── Information supplied ──

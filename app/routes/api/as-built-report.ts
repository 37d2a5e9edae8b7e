import { requireCaller } from "~/auth/caller.server";
import { requireAsBuiltReport } from "~/services/read-as-built.server";
import { handleApi } from "~/utils/api-handler.server";
import type { Route } from "./+types/as-built-report";

/** `GET /api/v1/as-built-reports/{id}`: the very text that was hashed and signed. */
export const loader = handleApi(async ({ request, params }: Route.LoaderArgs) => {
  const { summary, text } = await requireAsBuiltReport(await requireCaller(request), params.reportId);
  return new Response(text, {
    headers: { "content-type": "application/json", "x-ferrule-sha256": summary.sha256, ...(summary.signature ? { "x-ferrule-signature": summary.signature } : {}) },
  });
});
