import { requireModel } from "~/auth/require-model.server";
import { findingsQuerySchema, reportFindings } from "~/services/report-findings.server";
import { handleApi, refuseChanges } from "~/utils/api-handler.server";
import { requireFields } from "~/utils/parse-request.server";
import { failWith } from "~/utils/problem-response.server";
import type { Route } from "./+types/model-findings";

/** `GET /api/v1/models/{id}/findings?format=json|sarif|text&severity=`: what the checker says of the working state. */
export const loader = handleApi(async ({ request, params }: Route.LoaderArgs) => {
  const { model } = await requireModel(request, params.modelId, "read");
  const query = requireFields(findingsQuerySchema, Object.fromEntries(new URL(request.url).searchParams));
  const written = await reportFindings(model.id, query);
  if (!written) throw failWith(404, "request.not-found");
  return new Response(written.text, { headers: { "content-type": written.mediaType, "cache-control": "no-store" } });
});

export const action = refuseChanges;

───

Among the lines of the records above, count those holding the string "types", and report only the number.

(Reply to the exercise)
2